This. CFI is all snake oil aimed at giving attackers headaches at best. But MT admits mitigations that fully shut off lots of vulns.
Conversation
Unless I'm mistaken, even just 3 tag values suffice to ensure that no adjacent objects have same tag, which eliminates all sequential-store buffer overflows, or can be used to protect metadata between objects from *all* OOB stores.
1
It can also be used for deterministic use-after-free mitigation for a given number of cycles. I've documented the approach that I'll be using for it in hardened_malloc:
github.com/GrapheneOS/har
There will be a value reserved for free memory, and then it increments the old value.
2
1
This assumes freed chunks aren't splittable/mergeable, I think, which is another motivating factor for dropping dlmalloc design.
1
A performance-oriented allocator would work well with a similar region-based slab allocation design. It could just use free lists within slabs instead of bitmaps, while still using the same approach to out-of-line metadata for tracking slabs. Main loss is double-free detection.
1
There are other approaches to out-of-line metadata than the address space reservation. I'm doing that largely to get dedicated, isolated memory regions for metadata and each size class with the address space never being mixed / reused. Can also use an approach based on alignment.
1
Memory tagging with a reserved free tag makes it so that the free list gets memory protected (free list accessed with pointers using the reserved free tag) and it's possible to detect double-free by checking for the free tag instead of checking if the slot is free in the bitmap.
2
1
Note that this depends on clearing the free list pointers from the chunk before returning it to satisfy an allocation. Otherwise the "uninitialized" memory returned by malloc contains valid (correctly-tagged!) pointers into the free list.
1
Yeah, and also to preserve the nice property of having allocated memory guaranteed to be zero without information leaks.

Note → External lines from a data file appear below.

/** Messages between the page and the editor's workers. */
import type { ParamValues } from '../../../dsp/ops/types.ts';
import type { DiagnoseResult } from '../../../dsp/ops/diagnose.ts';
import type { PeakLevel, PeakPyramid } from '../lib/peaks.ts';
import type { AudioLayout } from '../../../dsp/formats/index.ts';

export type Which = 'original' | 'processed';

export interface StepSpec {
  readonly op: string;
  readonly params: ParamValues;
  /**
   * What its delays and positions refer to: 'original' (default; measured on the original
   * recording or read off its time line, carried across earlier steps that change time) or
   * 'input' (the step's own input, used as they are).
   */
  readonly basis?: 'original' | 'input';
  /** Leave out what the step measures itself, so it measures on its own input. */
  readonly measureHere?: boolean;
  /** Limit the step to this part of the original recording (seconds), crossfaded at its edges. */
  readonly rangeSeconds?: readonly [number, number] | null;
}

export interface FileRef {
  readonly handle: string;
  readonly name: string;
  readonly sizeBytes: number;
  /**
   * Web mode only: the picked file itself, so the worker reads its slices directly instead of
   * asking the page for each one (the page stays free for drawing). Absent in Electron.
   */
  readonly blob?: Blob;
}

export interface OpenResult {
  readonly layout: AudioLayout;
  readonly codingHistory: string;
  readonly chunkIds: readonly string[];
}


export interface PreviewResult {
  readonly startFrame: number;
  readonly endFrame: number;
  readonly sampleRateHz: number;
  /** Planar output of the enabled steps over [startFrame, endFrame). */
  readonly channels: Float32Array[];
  readonly resolved: readonly ParamValues[];
  readonly warnings: readonly string[];
  /** RMS (dBFS, all channels) of the original region and of the result, for loudness matching. */
  readonly originalRmsDbfs: number;
  readonly processedRmsDbfs: number;
}

export interface SpectrumPair {
  readonly frequenciesHz: Float32Array;
  readonly beforeDb: Float32Array;
  readonly afterDb: Float32Array | null;
}

export interface Remeasure {
  readonly stepIndex: number;
  readonly op: string;
  readonly analysis: string;
  readonly rows: readonly { readonly name: string; readonly before: number | string | null; readonly after: number | string | null }[];
  readonly error: string | null;
}

export interface ExportFormat {
  readonly bitsPerSample: 16 | 24 | 32;
  readonly sampleFormat: 'int' | 'float';
  readonly dither: boolean;
  /** 'auto' writes RF64 only when the file would pass 4 GiB. */
  readonly container: 'auto' | 'rf64';
  /** bext with CodingHistory (BWF); false writes plain WAV with the history in a LIST chunk anyway. */
  readonly bwf: boolean;
}

export interface SpectroTile {
  readonly level: number;
  readonly index: number;
  readonly columns: number;
  readonly rows: number;
  /** columns × rows, column-major, 0–255 from FLOOR_DB to TOP_DB. */
  readonly values: Uint8Array;
}

export type Job =
  | { type: 'open'; file: FileRef }
  | { type: 'overview'; startFrame: number; endFrame: number }
  | { type: 'checksum' }
  | { type: 'diagnose' }
  | { type: 'preview'; steps: StepSpec[]; startFrame: number; endFrame: number }
  | { type: 'adoptProcessed'; channels: Float32Array[]; sampleRateHz: number; startFrame: number }
  | { type: 'dropProcessed' }
  | { type: 'chunk'; which: Which; startFrame: number; frames: number }
  | { type: 'tile'; which: Which; level: number; index: number }
  | { type: 'spectra'; startFrame: number; endFrame: number }
  | { type: 'remeasure'; steps: StepSpec[] }
  | { type: 'export'; steps: StepSpec[]; format: ExportFormat; target: string; description: string };

export interface JobResults {
  open: OpenResult;
  overview: PeakLevel;
  checksum: string;
  diagnose: DiagnoseResult;
  preview: PreviewResult;
  adoptProcessed: PeakPyramid;
  dropProcessed: null;
  chunk: Float32Array[];
  tile: SpectroTile;
  spectra: SpectrumPair;
  remeasure: Remeasure[];
  export: { frames: number; bytes: number; container: 'RIFF' | 'RF64'; historyAdded: string };
}

export type ToWorker =
  | { kind: 'job'; id: number; job: Job }
  | { kind: 'cancel'; id: number }
  | { kind: 'bytes'; rid: number; buf?: ArrayBuffer; error?: string }
  | { kind: 'wrote'; rid: number; error?: string };

export type FromWorker =
  | { kind: 'done'; id: number; result: unknown }
  | { kind: 'failed'; id: number; name: string; message: string }
  | { kind: 'progress'; id: number; fraction: number; label: string }
  | { kind: 'warn'; id: number; message: string }
  | { kind: 'read'; rid: number; handle: string; offset: number; length: number }
  | { kind: 'write'; rid: number; handle: string; bytes: ArrayBuffer; atOffset: number | null };

/** Spectrogram scale. */
export const FLOOR_DB = -115;
export const TOP_DB = -5;
export const SPECTRO_FFT = 2048;
export const SPECTRO_ROWS = 160;
export const SPECTRO_LOW_HZ = 20;
export const TILE_COLUMNS = 256;
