/** The worker's analysis jobs, all driven by the operation registry. */
import { CancelledError, NotFoundError } from '../../../dsp/errors.ts';
import { validateParams } from '../../../dsp/ops/params.ts';
import { findOperation } from '../../../dsp/ops/registry.ts';
import { mapTime } from '../../../dsp/ops/timing.ts';
import type { AnalysisOp, CorrectionOp, OpContext } from '../../../dsp/ops/types.ts';
import { analyseEcho, type EchoAnalysis } from '../../../dsp/echo/detect.ts';
import type { SpeedResult } from '../../../dsp/speed/estimate.ts';
import type { AzimuthResult } from '../../../dsp/ops/azimuth.ts';
import { detectReversedChannels } from '../../../dsp/reverse/detect.ts';
import type { AudioSource } from '../../../dsp/source.ts';
import { MemorySource, readAll } from '../../../dsp/source.ts';
import {
  azimuthVerdict, durationVerdict, printThroughVerdict, reflectionVerdict, reversedVerdicts, speedVerdict, type VerdictRow,
} from '../lib/verdict.ts';
import { correctionOf, RangeSource, renderInMemory, type Progress, type StepReport } from './pipeline.ts';
import { programmeSpan } from './programme.ts';
import type { PreviewResult, Remeasure, StepSpec } from './protocol.ts';

export interface Processed {
  readonly source: AudioSource;
  /** Where the processed part starts on the editor's time line (the region's start in the original). */
  readonly offsetSeconds: number;
  /** The original region it was rendered from (for re-measuring); null when adopted by the view worker. */
  readonly region: AudioSource | null;
}

function rmsDbfs(s: Float64Array[]): number {
  let sum = 0, n = 0;
  for (const c of s) { for (let i = 0; i < c.length; i++) sum += c[i]! * c[i]!; n += c.length; }
  return 10 * Math.log10(sum / Math.max(1, n) + 1e-20);
}

/** Renders the enabled steps over a region held in memory. */
export async function preview(source: AudioSource, steps: StepSpec[], startFrame: number, endFrame: number, p: Progress): Promise<{ result: PreviewResult; processed: Processed }> {
  const warnings: string[] = [];
  const prog: Progress = { progress: (f, l) => p.progress(0.1 + 0.9 * f, l), warn: (m) => { warnings.push(m); p.warn(m); }, signal: p.signal };
  p.progress(0, 'Reading');
  const regionData = await readAll(source, { startFrame, endFrame });
  const region = new MemorySource(regionData, source.sampleRateHz);
  const offsetSeconds = startFrame / source.sampleRateHz;
  const chain = await renderInMemory(region, steps, prog, { offsetSeconds });
  const data = await readAll(chain.out);
  const processed: Processed = { source: new MemorySource(data, chain.out.sampleRateHz), offsetSeconds, region };
  const d = chain.mapDelay(0.01);
  return {
    processed,
    result: {
      startFrame,
      endFrame,
      sampleRateHz: chain.out.sampleRateHz,
      channels: data.map((c) => Float32Array.from(c)),
      resolved: chain.resolved,
      warnings,
      originalRmsDbfs: rmsDbfs(regionData),
      processedRmsDbfs: rmsDbfs(data),
      reports: chain.reports,
      segments: chain.segments,
      frequencyScale: d === null || d <= 0 ? null : 0.01 / d,
    },
  };
}

const secs = (frames: number, rate: number) => (frames / rate).toFixed(2);

async function runAnalysis<R>(name: string, s: AudioSource, ctx: OpContext): Promise<R | null> {
  const op = findOperation(name) as AnalysisOp<R> | undefined;
  if (!op || op.kind !== 'analysis') return null;
  try {
    return await op.run(s, validateParams(op.params, {}), ctx);
  } catch (err) {
    if (err instanceof NotFoundError) return null;
    throw err;
  }
}

/** Whether a varispeed step undoes a measured speed error (judged against the recorded speed) or applies a change. */
const undoesSpeed = (step: StepSpec) =>
  step.suggestedBy === 'speed' || ['undo', 'fromHum', 'fromTone', 'followCurve'].some((k) => step.params[k] !== undefined && step.params[k] !== false);

/**
 * One step measured again: the quantity it fixes, on its own input and on its own output, over the
 * material it acted on (its range; for a reflection, the programme without a line-up tone).
 */
async function judgeStep(k: number, step: StepSpec, op: CorrectionOp, input: AudioSource, output: AudioSource, rep: StepReport, p: Progress): Promise<Remeasure> {
  const ctx: OpContext = { progress: (f) => p.progress(f, `${op.title}: measuring again`), warn: () => {}, signal: p.signal };
  const inRate = input.sampleRateHz, outRate = output.sampleRateHz;
  const [a, b] = rep.rangeSeconds ? [Math.round(rep.rangeSeconds[0] * inRate), Math.round(rep.rangeSeconds[1] * inRate)] : [0, input.frames];
  // The same material in the output, through the step's own time map.
  const outFrames = (f: number) => Math.max(0, Math.min(output.frames, Math.round(mapTime(rep.segments, f / inRate) * outRate)));
  const window = (lo: number, hi: number) => {
    const x = outFrames(lo), y = outFrames(hi);
    return [Math.min(x, y), Math.max(x, y)] as const;
  };
  let inSrc: AudioSource = a === 0 && b === input.frames ? input : new RangeSource(input, a, b);
  const [oa, ob] = window(a, b);
  let outSrc: AudioSource = oa === 0 && ob === output.frames ? output : new RangeSource(output, oa, ob);
  let material = rep.rangeSeconds ? `the selection it acted on, ${secs(a, inRate)}–${secs(b, inRate)} s of its input` : `all of its input (${secs(input.frames, inRate)} s) and output`;
  const base: Omit<Remeasure, 'rows' | 'material'> = { stepIndex: k, op: op.name, title: op.title, analysis: op.measures ?? null, error: null };
  const rows: VerdictRow[] = [];
  try {
    switch (op.measures) {
      case 'speed': {
        const before = await runAnalysis<SpeedResult>('speed', inSrc, ctx), after = await runAnalysis<SpeedResult>('speed', outSrc, ctx);
        const none = { method: null } as SpeedResult;
        rows.push(speedVerdict(before ?? none, after ?? none, undoesSpeed(step) ? { undo: true } : { undo: false, factor: Number(rep.resolved.factor ?? 1) }));
        break;
      }
      case 'echo': {
        const prog = await programmeSpan(inSrc, p.signal);
        if (prog.tones.length) {
          const off = inSrc === input ? 0 : a;
          inSrc = new RangeSource(input, off + prog.startFrame, off + prog.endFrame);
          const [pa, pb] = window(off + prog.startFrame, off + prog.endFrame);
          outSrc = new RangeSource(output, pa, pb);
          material = `the programme of ${rep.rangeSeconds ? 'the selection' : 'its input'}, ${secs(off + prog.startFrame, inRate)}–${secs(off + prog.endFrame, inRate)} s ` +
            `(a steady tone at ${prog.tones.map(([x, y]) => `${secs(off + x, inRate)}–${secs(off + y, inRate)} s`).join(', ')} left out: it never had the reflection)`;
        } else material = `the programme, ${material}`;
        const opts = { signal: p.signal, progress: ctx.progress };
        const before: EchoAnalysis = await analyseEcho(inSrc, opts);
        const after: EchoAnalysis = await analyseEcho(outSrc, opts);
        const rb = before.reflection;
        const cancelledPre = Number(rep.resolved.delaySeconds) < 0 || rep.resolved.preEchoDelaySeconds !== undefined;
        const cancelledPost = Number(rep.resolved.delaySeconds) > 0;
        if (cancelledPost || rb.present || !cancelledPre) {
          let near: EchoAnalysis | null = null;
          if (rb.present && rb.delaySeconds !== null) {
            const lo = Math.max(0.0005, rb.delaySeconds * 0.9), hi = Math.min(0.5, rb.delaySeconds * 1.1);
            near = await analyseEcho(outSrc, { ...opts, rangeSeconds: [lo, hi], printThrough: false });
          }
          rows.push(reflectionVerdict(before, near, after));
        }
        if (cancelledPre || before.printThrough.present) rows.push(printThroughVerdict(before, after));
        break;
      }
      case 'azimuth': {
        const before = await runAnalysis<AzimuthResult>('azimuth', inSrc, ctx), after = await runAnalysis<AzimuthResult>('azimuth', outSrc, ctx);
        if (before && after) rows.push(azimuthVerdict(before, after));
        break;
      }
      case 'reversed': {
        const chs = Array.isArray(rep.resolved.channels) ? (rep.resolved.channels as number[]) : Array.from({ length: input.channelCount }, (_, i) => i + 1);
        const from = Number(rep.resolved.startFrame ?? 0), to = Number(rep.resolved.endFrame ?? inSrc.frames);
        // Only the part it reversed: the same frames before and after (reverse keeps its range in place).
        const span = (s: AudioSource) => (from > 0 || to < s.frames ? new RangeSource(s, from, Math.min(s.frames, to)) : s);
        const before = await detectReversedChannels(span(inSrc), ctx.progress), after = await detectReversedChannels(span(outSrc), ctx.progress);
        rows.push(...reversedVerdicts(before, after, chs, step.suggestedBy === 'reversed'));
        if (from > 0 || to < inSrc.frames) material = `the part it reversed, ${secs(from, inRate)}–${secs(to, inRate)} s of its input, channel${chs.length === 1 ? '' : 's'} ${chs.join(', ')}`;
        else material = `channel${chs.length === 1 ? '' : 's'} ${chs.join(', ')}, ${material}`;
        break;
      }
      default:
        break;
    }
    const dIn = inSrc.frames / inRate, dOut = outSrc.frames / outRate;
    if (op.measures !== 'reversed' && Math.abs(dOut / dIn - 1) > 1e-4) {
      const expected = op.name === 'stretch' ? Number(rep.resolved.ratio) : op.name === 'varispeed' && Number(rep.resolved.factor) > 0 ? 1 / Number(rep.resolved.factor) : null;
      rows.push(durationVerdict(dIn, dOut, expected));
    }
  } catch (err) {
    if (p.signal.aborted) throw new CancelledError('cancelled');
    return { ...base, rows, material, error: err instanceof Error ? err.message : String(err) };
  }
  return { ...base, rows, material };
}

/**
 * Renders the steps over the region again, one by one, and measures each on its own input and
 * output (never the region against the end of the chain: a later step must not hide or fake an
 * earlier one's result). Holds at most two stages at a time.
 */
export async function remeasure(region: AudioSource, offsetSeconds: number, steps: StepSpec[], p: Progress): Promise<Remeasure[]> {
  const out: Remeasure[] = [];
  const share = (k: number): Progress => ({ progress: (f, l) => p.progress((k + Math.min(1, f)) / Math.max(1, steps.length), l), warn: p.warn, signal: p.signal });
  await renderInMemory(region, steps, { progress: () => {}, warn: () => {}, signal: p.signal }, {
    offsetSeconds,
    onStep: async (k, input, output, rep) => {
      out.push(await judgeStep(k, steps[k]!, correctionOf(rep.op), input, output, rep, share(k)));
    },
  });
  return out;
}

In my approach, the old tag for the previous allocation of that slot will be saved in the free slot too, in order to increment it, so that gets zeroed too.
1
Leaking those isn't desirable since the initial value was randomized and the weak probabilistic part of memory tagging does have some value too. To bypass the incremented tag, the use-after-free can't happen until the allocation is active after being allocated again 15 times.
1
Combine that with the quarantine, which for example with 128k per class will delay reuse of 16 byte allocations for 8192 alloc/free cycles. There are really 2 layers of quarantine, the ring buffer (FIFO) and a random array (swaps with random slot), which makes it hard to line up.
Since it actually has to line up with the allocation being reused a multiple of 15 times later (due to having 16 tags with 1 tag reserved for free memory). It's a bit more complex than that due to skipping adjacent tags when incrementing as with choosing the initial random one.